◆ Problem ◆
Within the records that follow, find every line containing the string "secret". Copy those lines.

::: Data :::

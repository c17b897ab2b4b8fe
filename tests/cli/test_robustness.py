"""Issue 13 beyond the bad-scenario table: run-time guards, special files, names that break writers,
warnings, and the same treatment for `settle` and `fit`.

Each case: exit 1 and exactly one stderr line ``brakeheat: error: ...`` without a traceback, or,
where the input is legal (a name with plot markup), exit 0 with every stderr line a one-line
``brakeheat: warning: ...``.
"""
from __future__ import annotations

import os
import subprocess
import sys
import threading
import time

import numpy as np
import pytest

from conftest import SHRINK, SMALL, cli, load_cases
from test_cli_errors import assert_one_line_error

CASES = load_cases()


def test_a_run_driven_out_of_the_physical_range_stops_naming_corner_node_and_time():
    # all of the friction heat into the pad: the pad would pass 2000 degC (it reached 22 165 degC
    # and was reported a success before the guard)
    code, out, err = cli(["run", SMALL, "--quiet", *SHRINK, "--set", "corners.front.pad.heat_partition=0"])
    assert_one_line_error(code, out, err, "corner front", "node 'pad", "degC at t =", "the run stopped")


def test_the_wall_clock_guard_stops_a_run(monkeypatch):
    import thermo.chain.guards as guards
    from thermo.errors import SolveError
    from thermo.chain import run_scenario
    from thermo.scenario import load_scenario
    ticks = iter(np.arange(0.0, 1e9, 1000.0))            # every reading of the clock 1000 s later
    monkeypatch.setattr(guards.time, "monotonic", lambda: float(next(ticks)))
    scenario = load_scenario(SMALL, [("solver.wall_clock_limit_s", 1800.0)])
    with pytest.raises(SolveError, match=r"corner (front|rear), .*wall_clock_limit_s = 1800 s"):
        run_scenario(scenario)


@pytest.mark.parametrize("what", ["scenario", "track", "trace"])
def test_device_and_fifo_inputs_are_refused_without_reading(tmp_path, what):
    fifo = tmp_path / "pipe"
    os.mkfifo(fifo)
    text = SMALL.read_text(encoding="utf-8")
    scenario = tmp_path / "s.toml"
    if what == "scenario":
        argv_path = fifo
    else:
        key = "track" if what == "track" else "trace"
        text = text.replace('track = "short_circuit.toml"', f'{key} = "{fifo}"').replace(
            'lap_source = "track"', f'lap_source = "{key}"')
        scenario.write_text(text, encoding="utf-8")
        argv_path = scenario
    result = {}
    worker = threading.Thread(target=lambda: result.update(out=cli(["run", argv_path, "--quiet"])), daemon=True)
    worker.start()
    worker.join(timeout=30)
    if worker.is_alive():                       # unblock the reader before failing the test
        with open(fifo, "w"):
            pass
        pytest.fail("a FIFO input blocked the reader")
    assert_one_line_error(*result["out"], "pipe", "not a regular file")
    assert_one_line_error(*cli(["run", "/dev/zero", "--quiet"]), "/dev/zero", "not a regular file")


def test_a_trace_that_is_a_private_file_is_never_echoed(tmp_path):
    secret = "root:x:0:0:private-token-1234:/root:/bin/sh"
    (tmp_path / "short_circuit.toml").write_text((SMALL.parent / "short_circuit.toml").read_text(), encoding="utf-8")
    (tmp_path / "private.csv").write_text(secret + "\nsecond line\n", encoding="utf-8")
    code, out, err = cli(["run", SMALL, "--quiet", "--set", "plan.lap_source=trace",
                          "--set", f'plan.trace="{tmp_path / "private.csv"}"'])
    assert_one_line_error(code, out, err, "private.csv", "column '#1'")
    assert "private-token" not in err and "root:x" not in err


def test_names_with_plot_markup_and_missing_glyphs_write_every_file(tmp_path):
    # '$' would start matplotlib's math markup; the CJK glyphs are missing from the default font,
    # which matplotlib reports as a warning: the run succeeds and each warning is one line
    out_dir = tmp_path / "out"
    code, out, err = cli(["run", SMALL, "--quiet", *SHRINK, "--out", out_dir,
                          "--set", 'scenario.name="cost $\\\\frac{$ x \u4e2d\u6587"'])
    assert code == 0, err
    assert "Traceback" not in err
    assert all(line.startswith("brakeheat: warning: ") for line in err.splitlines()), err
    assert (out_dir / "results.h5").is_file() and len(list(out_dir.glob("*.png"))) >= 3
    import json
    assert json.loads((out_dir / "summary.json").read_text(encoding="utf-8"))["scenario"] == "cost $\\frac{$ x \u4e2d\u6587"


def test_variant_names_from_the_command_line_are_plain_text():
    code, out, err = cli(["compare", SMALL, "--quiet", *SHRINK, "--variant", "a\x1b[31m", "corners.front.pad_mu=0.5"])
    assert_one_line_error(code, out, err, "--variant", "\\x1b", "plain text")


CALIBRATION = """
[calibration]
corners = ["front"]

[calibration.channels.temp_disc_front]
corner = "front"
node = "disc"

[calibration.parameters.disc_convection]
key = "airflow.disc_convection_multiplier"
prior = 1.0
lower = 0.3
upper = 4.0
"""
MEASURED = CASES.trace_csv("temp_disc_front [degC]", lambda i: 300.0 + i, rows=40)


def fit_inputs(case, folder):
    """The case's scenario with a [calibration] table, and a small valid measured log beside it."""
    path = CASES.write_case(case, folder)
    path.write_text(path.read_text(encoding="utf-8") + CALIBRATION, encoding="utf-8")
    measured = folder / "measured.csv"
    measured.write_text(MEASURED, encoding="utf-8")
    return path, measured


SETTLE_AND_FIT_CASES = ("toml_nested_too_deep", "toml_integer_beyond_64_bits", "phase_type_not_text",
                        "caliper_area_astronomical", "crown_thicker_than_the_piston", "track_segment_of_1e308_m",
                        "name_with_escape_sequences", "trace_that_is_not_a_csv")


@pytest.mark.parametrize("case_id", SETTLE_AND_FIT_CASES)
@pytest.mark.parametrize("command", ["settle", "fit"])
def test_settle_and_fit_get_the_same_treatment(tmp_path, command, case_id):
    case = next(c for c in CASES.CASES if c.id == case_id)
    if command == "fit":
        path, measured = fit_inputs(case, tmp_path)
        extra = ["--measured", measured]
    else:
        path, extra = CASES.write_case(case, tmp_path), []
    code, out, err = cli([command, path, *extra, *CASES.override_args(case)])
    assert_one_line_error(code, out, err, str(tmp_path), *case.fragments)


@pytest.mark.parametrize("measured, fragment", [
    ("/dev/zero", "not a regular file"),
    ("private", "column '#1'"),
    ("hot", "plausible range"),
])
def test_fit_measured_file_problems(tmp_path, measured, fragment):
    scenario, _ = fit_inputs(CASES.Case("none", ()), tmp_path)
    if measured == "private":
        measured = tmp_path / "private.csv"
        measured.write_text("root:x:0:0:token:/root\n", encoding="utf-8")
    elif measured == "hot":
        measured = tmp_path / "hot.csv"
        measured.write_text(CASES.trace_csv("temp_disc_front [degC]", lambda i: 1e308 if i == 3 else 300.0),
                            encoding="utf-8")
    code, out, err = cli(["fit", scenario, "--measured", measured])
    assert_one_line_error(code, out, err, str(measured), fragment)


def test_settle_unknown_corner_with_control_characters():
    code, out, err = cli(["settle", SMALL, "--corner", "front\nrear"])
    assert_one_line_error(code, out, err, "front\\nrear")


def test_interrupt_while_the_libraries_load_prints_one_line():
    # Ctrl-C in the first second (numpy, scipy and matplotlib loading) reaches main()'s handler
    code = ("import signal, threading, os, sys;"
            "threading.Timer(0.05, lambda: os.kill(os.getpid(), signal.SIGINT)).start();"
            "from thermo.cli.main import main; sys.exit(main(['keys']))")
    started = time.monotonic()
    proc = subprocess.run([sys.executable, "-c", code], capture_output=True, text=True, timeout=60)
    assert time.monotonic() - started < 60
    if proc.returncode == 0:
        pytest.skip("the command finished before the signal landed")
    assert proc.returncode == 130, proc.stderr
    assert proc.stderr.strip().splitlines() == ["brakeheat: interrupted; nothing half-written was left"], proc.stderr
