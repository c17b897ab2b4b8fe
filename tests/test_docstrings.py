"""Docstrings in numpydoc's standard form: every documented parameter, return value and attribute
of the packages parses with numpydoc's own parser (numpydoc.docscrape, the reference), with its
type and a description on the lines below it."""
from __future__ import annotations

import importlib
import inspect
import pkgutil
import warnings

import pytest
from numpydoc.docscrape import NumpyDocString

import lapdata
import thermo

SECTIONS = ("Parameters", "Returns", "Attributes", "Yields")


def _documented():
    """(qualified name, docstring) of every module-level function and class, and their methods,
    in thermo and lapdata whose docstring has a numpydoc section."""
    out = []
    for package in (thermo, lapdata):
        for info in pkgutil.walk_packages(package.__path__, package.__name__ + "."):
            if info.name.endswith("__main__"):
                continue
            module = importlib.import_module(info.name)
            for name, obj in vars(module).items():
                if getattr(obj, "__module__", None) != module.__name__ or not (inspect.isfunction(obj) or inspect.isclass(obj)):
                    continue
                members = [(name, obj)] + ([(f"{name}.{m}", f) for m, f in vars(obj).items() if inspect.isfunction(f)]
                                           if inspect.isclass(obj) else [])
                for qual, item in members:
                    doc = inspect.getdoc(item) or ""
                    if any(f"\n{s}\n{'-' * len(s)}" in f"\n{doc}" for s in SECTIONS):
                        out.append((f"{module.__name__}.{qual}", doc))
    return out


DOCUMENTED = _documented()


def test_the_walk_found_the_documented_api():
    names = {n for n, _ in DOCUMENTED}
    assert "thermo.studies.sweep.sweep" in names and "thermo.solver.batch.solve_batch" in names and len(names) > 60


@pytest.mark.parametrize("name, doc", DOCUMENTED, ids=[n for n, _ in DOCUMENTED])
def test_sections_parse_in_the_standard_form(name, doc):
    with warnings.catch_warnings():
        warnings.simplefilter("error")                 # numpydoc warns about what it cannot place
        parsed = NumpyDocString(doc)
    for section in SECTIONS:
        for entry in parsed[section]:
            # the one-line "name : type  description" form leaves the description glued to the type
            assert "  " not in entry.type, f"{name}: {section} entry {entry.name!r}: description on the type line"
            assert entry.desc or entry.name.startswith("*") or "," in entry.name or " : see " in f"{entry.name} : {entry.type}", \
                f"{name}: {section} entry {entry.name!r} has no description"
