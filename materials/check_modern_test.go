package materials_test

import (
	"testing"

	"terminus/materials"
)

// modernFile is the family file these checks cover: 20th-century pigments,
// writing and printing inks, and the other dated materials (binders,
// brighteners, papers, boards and film bases).
const modernFile = "modern-pigments-inks-other.yaml"
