// settle sets approx and uncert from the qualifiers of the parts. When
// every part has the same qualifiers they are those of the whole date.
func (pt *point) settle() {
	parts := pt.parts()
	same := true
	for k := 1; k < parts; k++ {
		same = same && pt.q[k] == pt.q[0]
	}
	if same {
		pt.partial = false
		pt.approx, pt.uncert = pt.q[0]&qApprox != 0, pt.q[0]&qUncert != 0
		pt.q = [3]uint8{}
		return
	}
	pt.approx, pt.uncert = false, false
	for k := 0; k < parts; k++ {
		pt.approx = pt.approx || pt.q[k]&qApprox != 0
		pt.uncert = pt.uncert || pt.q[k]&qUncert != 0
	}
}

// parts is how many parts pt has: 1 (year), 2 (month) or 3 (day).
func (pt *point) parts() int {
	switch {
	case pt.day != 0 || pt.dx != 0:
		return 3
	case pt.month != 0 || pt.mx != 0:
		return 2
	}
	return 1
}

// widenPrec is the precision whose circa policy widens pt: its own, or for
// qualified parts the finest approximate part (2004-06~-11 widens by the
// month policy, ?2004-06-~11 by the day policy).
func (pt *point) widenPrec() Precision {
	if !pt.partial {
		return pt.prec
	}
	switch {
	case pt.q[2]&qApprox != 0:
		return PrecisionDay
	case pt.q[1]&qApprox != 0 && pt.month > 12:
		return PrecisionSeason
	case pt.q[1]&qApprox != 0:
		return PrecisionMonth
	case pt.prec > PrecisionYear:
		return pt.prec
	}
	return PrecisionYear
}
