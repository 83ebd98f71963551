"""The shot planner: a preset's shots and a model's extent → one camera and look per frame.

Directions follow glTF 2.0 (spec §Coordinate System and Units): +Y up, the model's front faces
+Z and its left side +X. Azimuth turns about +Y from the front toward +X; elevation is above the
horizon. Everything here is deterministic: the same preset and model give the same frames.
"""

from __future__ import annotations

import math
import zlib
from dataclasses import dataclass

import numpy as np

from shots.camera import ORTHOGRAPHIC, PERSPECTIVE, Camera, upright
from shots.errors import PresetError, RenderError
from shots.look import Look
from shots.presets import (
    VIEW_ANGLES,
    FileCameraShot,
    FramedShot,
    OrbitShot,
    PathShot,
    Preset,
    TurntableShot,
    ViewsShot,
    _did_you_mean,
    resolve_look,
)
from shots.scene import FileCamera, Scene

WORLD_UP = (0.0, 1.0, 0.0)
CURVE_SAMPLES = 256  # points per path segment for the arc-length table


@dataclass(frozen=True)
class Frame:
    """One image to render: which shot, which frame of it, the camera and the world-space look."""

    shot: str
    index: int
    camera: Camera
    look: Look
    seed: int
    view: str = ""  # the named view of a "views" shot, else ""

    def to_json(self) -> dict:
        """A JSON-ready description of the frame's camera and lights."""
        camera = self.camera
        row = {
            "shot": self.shot,
            "frame": self.index,
            "view": self.view,
            "projection": camera.kind,
            "eye": list(camera.eye),
            "target": list(camera.target),
            "up": list(camera.up),
            "width": camera.width,
            "height": camera.height,
        }
        if camera.kind == ORTHOGRAPHIC:
            row["ymag"] = camera.ymag
        else:
            row["yfov_deg"] = math.degrees(camera.yfov)
            row["xfov_deg"] = math.degrees(camera.xfov)
        row["samples"] = self.look.samples
        row["seed"] = self.seed
        row["lights"] = [
            {"name": light.name, "kind": light.kind, "position": list(light.position),
             "direction": list(light.direction), "intensity": light.intensity}
            for light in self.look.lights
        ]
        return row


@dataclass(frozen=True)
class Extent:
    """What framing needs of a model: its vertices, bounding-box centre and bounding radius.

    points : (n, 3) float64 vertices that triangles use.
    """

    points: np.ndarray
    centre: np.ndarray
    radius: float

    @staticmethod
    def of(scene: Scene) -> Extent:
        if scene.triangle_count == 0:
            raise RenderError(scene.source, None, "the model has no triangles to frame")
        used = np.zeros(len(scene.positions), bool)
        used[scene.triangles.ravel()] = True  # a mask is much faster than np.unique
        points = scene.positions[used].astype(np.float64)
        centre = 0.5 * (points.min(axis=0) + points.max(axis=0))
        radius = float(np.max(np.linalg.norm(points - centre, axis=1)))
        return Extent(points, centre, radius if radius > 0.0 else 1e-3)


def plan_frames(preset: Preset, scene: Scene, shots: list[str] | None = None) -> list[Frame]:
    """Every frame of the preset's shots (or of the named ``shots``), in order.

    ``scene`` should already have the preset's model fixes applied (``apply_model_fixes``).
    """
    if not preset.shots:
        raise PresetError(preset.source, "shots", "the preset has no shots to plan")
    chosen = preset.shots
    if shots is not None:
        names = [shot.name for shot in preset.shots]
        for name in shots:
            if name not in names:
                hint = _did_you_mean(name, names)
                raise PresetError(preset.source, "shots", f"no shot {name!r}{hint} "
                                                          f"(shots: {', '.join(names)})")
        chosen = [shot for shot in preset.shots if shot.name in shots]
    extent = Extent.of(scene)
    frames = []
    for shot in chosen:
        index = preset.shots.index(shot)
        for k, (view, camera) in enumerate(shot_cameras(shot, index, preset, extent, scene)):
            seed = frame_seed(preset.image.seed, shot.name, k)
            look = resolve_look(preset, camera, extent.centre, extent.radius, seed,
                                scene.lights)
            frames.append(Frame(shot.name, k, camera, look, seed, view))
    return frames


def frame_seed(base: int, shot: str, index: int) -> int:
    """A per-frame random seed, stable across runs and machines (CRC-32, not Python's hash)."""
    return zlib.crc32(f"{base}:{shot}:{index}".encode())


def shot_cameras(shot, index: int, preset: Preset, extent: Extent, scene: Scene):
    """[(view name, Camera)] for one shot."""
    size = (preset.image.width, preset.image.height)
    where = (preset.source, f"shots[{index}]")
    if isinstance(shot, ViewsShot):
        if shot.same_scale and shot.framing == "tight":
            return shared_scale_views(shot, size, extent)
        return [(name, view_camera(shot, name, size, extent, where)) for name in shot.views]
    if isinstance(shot, TurntableShot | OrbitShot):
        if isinstance(shot, TurntableShot):
            azimuths = turntable_azimuths(shot.frames, shot.start_azimuth_deg)
            elevations = [shot.elevation_deg] * shot.frames
        else:
            azimuths, elevations = orbit_angles(shot)
        bases = [basis_for(view_direction(a, e)) for a, e in zip(azimuths, elevations, strict=True)]
        return [("", c) for c in ring_cameras(shot, bases, size, extent, where)]
    if isinstance(shot, PathShot):
        return [("", c) for c in path_cameras(shot, size, extent)]
    assert isinstance(shot, FileCameraShot)
    chosen = find_file_camera(scene, shot.camera, preset.source, f"shots[{index}].camera")
    return [(chosen.name, camera_from_file(chosen, size, extent))]


# --- directions ---------------------------------------------------------------------------


def view_direction(azimuth_deg: float, elevation_deg: float) -> np.ndarray:
    """(3,) unit vector from the target toward the eye."""
    azimuth, elevation = math.radians(azimuth_deg), math.radians(elevation_deg)
    return np.array([
        math.sin(azimuth) * math.cos(elevation),
        math.sin(elevation),
        math.cos(azimuth) * math.cos(elevation),
    ])


def basis_for(direction: np.ndarray) -> tuple[np.ndarray, tuple[float, float, float]]:
    """The (3, 3) rows u, v, w of a camera looking along −direction, and the up it used."""
    up = upright(direction, (0.0, 0.0, 0.0), WORLD_UP)
    w = direction / np.linalg.norm(direction)
    u = np.cross(up, w)
    u /= np.linalg.norm(u)
    return np.stack([u, np.cross(w, u), w]), up


def turntable_azimuths(frames: int, start_deg: float = 0.0) -> list[float]:
    """``frames`` equal steps over a full turn; frame ``frames`` would repeat frame 0."""
    return [start_deg + 360.0 * k / frames for k in range(frames)]


EASINGS = {  # progress 0..1 → eased progress 0..1 (common practice: quadratic and smoothstep)
    "linear": lambda p: p,
    "ease_in": lambda p: p * p,
    "ease_out": lambda p: 1.0 - (1.0 - p) ** 2,
    "ease_in_out": lambda p: p * p * (3.0 - 2.0 * p),
}


def orbit_angles(shot: OrbitShot) -> tuple[list[float], list[float]]:
    """Azimuths and elevations of an orbit arc, both ends included."""
    ease = EASINGS[shot.easing]
    to_elevation = shot.elevation_deg if shot.to_elevation_deg is None else shot.to_elevation_deg
    steps = [ease(k / (shot.frames - 1)) if shot.frames > 1 else 0.0 for k in range(shot.frames)]
    azimuths = [shot.from_azimuth_deg + (shot.to_azimuth_deg - shot.from_azimuth_deg) * s
                for s in steps]
    elevations = [shot.elevation_deg + (to_elevation - shot.elevation_deg) * s for s in steps]
    return azimuths, elevations


# --- framing -------------------------------------------------------------------------------


def view_basis(shot: ViewsShot, view: str):
    """(basis, up) of a named view at the shot's elevation (top and bottom have their own)."""
    azimuth, fixed_elevation = VIEW_ANGLES[view]
    elevation = shot.elevation_deg if fixed_elevation is None else fixed_elevation
    return basis_for(view_direction(azimuth, elevation))


def view_camera(shot: ViewsShot, view: str, size, extent: Extent, where) -> Camera:
    """The camera of one named view of a stills shot."""
    basis, up = view_basis(shot, view)
    if shot.framing == "tight":
        return tight_camera(shot, basis, up, size, extent)
    return ring_cameras(shot, [(basis, up)], size, extent, where)[0]
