def camera_rays(positions, size, fov_deg=40.0):
    """Row-major primary rays of a size×size pinhole camera looking at the mesh's bounding sphere
    from above the front-right."""
    lo, hi = positions.min(0), positions.max(0)
    centre = (lo + hi) / 2
    radius = np.linalg.norm(hi - lo) / 2
    view = np.array([0.6, -1.0, 0.7])
    view /= np.linalg.norm(view)
    eye = centre + view * radius / np.sin(np.radians(fov_deg / 2))
    forward = (centre - eye) / np.linalg.norm(centre - eye)
    right = np.cross(forward, [0, 0, 1.0])
    right /= np.linalg.norm(right)
    up = np.cross(right, forward)
    half = np.tan(np.radians(fov_deg / 2))
    s = (np.arange(size) + 0.5) / size * 2 - 1
    py, px = np.meshgrid(-s * half, s * half, indexing="ij")
    d = forward + px[..., None] * right + py[..., None] * up
    d = d.reshape(-1, 3)
    return np.broadcast_to(eye, d.shape).astype(np.float32), d.astype(np.float32)


def incoherent_rays(positions, count, seed=1):
    """Random origins in the slightly enlarged bounds, uniformly random directions."""
    rng = np.random.default_rng(seed)
    lo, hi = positions.min(0), positions.max(0)
    centre, extent = (lo + hi) / 2, (hi - lo) * 1.1
    origins = centre + (rng.random((count, 3)) - 0.5) * extent
    d = rng.standard_normal((count, 3))
    return origins.astype(np.float32), (d / np.linalg.norm(d, axis=1, keepdims=True)).astype(
        np.float32
    )


# --- tracers ------------------------------------------------------------------------------------


class Embree:
    """Embree 4 through embreex: single-ray rtcIntersect1 in a Cython loop (GIL released), the
    default non-robust scene, returning the hit triangle only (its fastest call)."""

    def __init__(self, positions, triangles):
        from embreex import rtcore_scene
        from embreex.mesh_construction import TriangleMesh

        start = time.perf_counter()
        self.scene = rtcore_scene.EmbreeScene()
        TriangleMesh(scene=self.scene, vertices=positions[triangles])
        one = np.zeros((1, 3), np.float32)
        self.scene.run(one, one + 1)  # commits (builds) the scene
        self.build_seconds = time.perf_counter() - start

    def closest(self, origins, directions):
        return self.scene.run(origins, directions)

    def closest_threads(self, origins, directions, threads=2):
        parts = np.array_split(np.arange(len(origins)), threads)
        out = [None] * threads

        def work(k):
            out[k] = self.scene.run(origins[parts[k]], directions[parts[k]])

        workers = [threading.Thread(target=work, args=(k,)) for k in range(threads)]
        for w in workers:
            w.start()
        for w in workers:
            w.join()
        return np.concatenate(out)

:::

◆ Solution to this exercise ◆
    secret = "root:x:0:0:private-token-1234:/root:/bin/sh"
    (tmp_path / "private.csv").write_text(secret + "\nsecond line\n", encoding="utf-8")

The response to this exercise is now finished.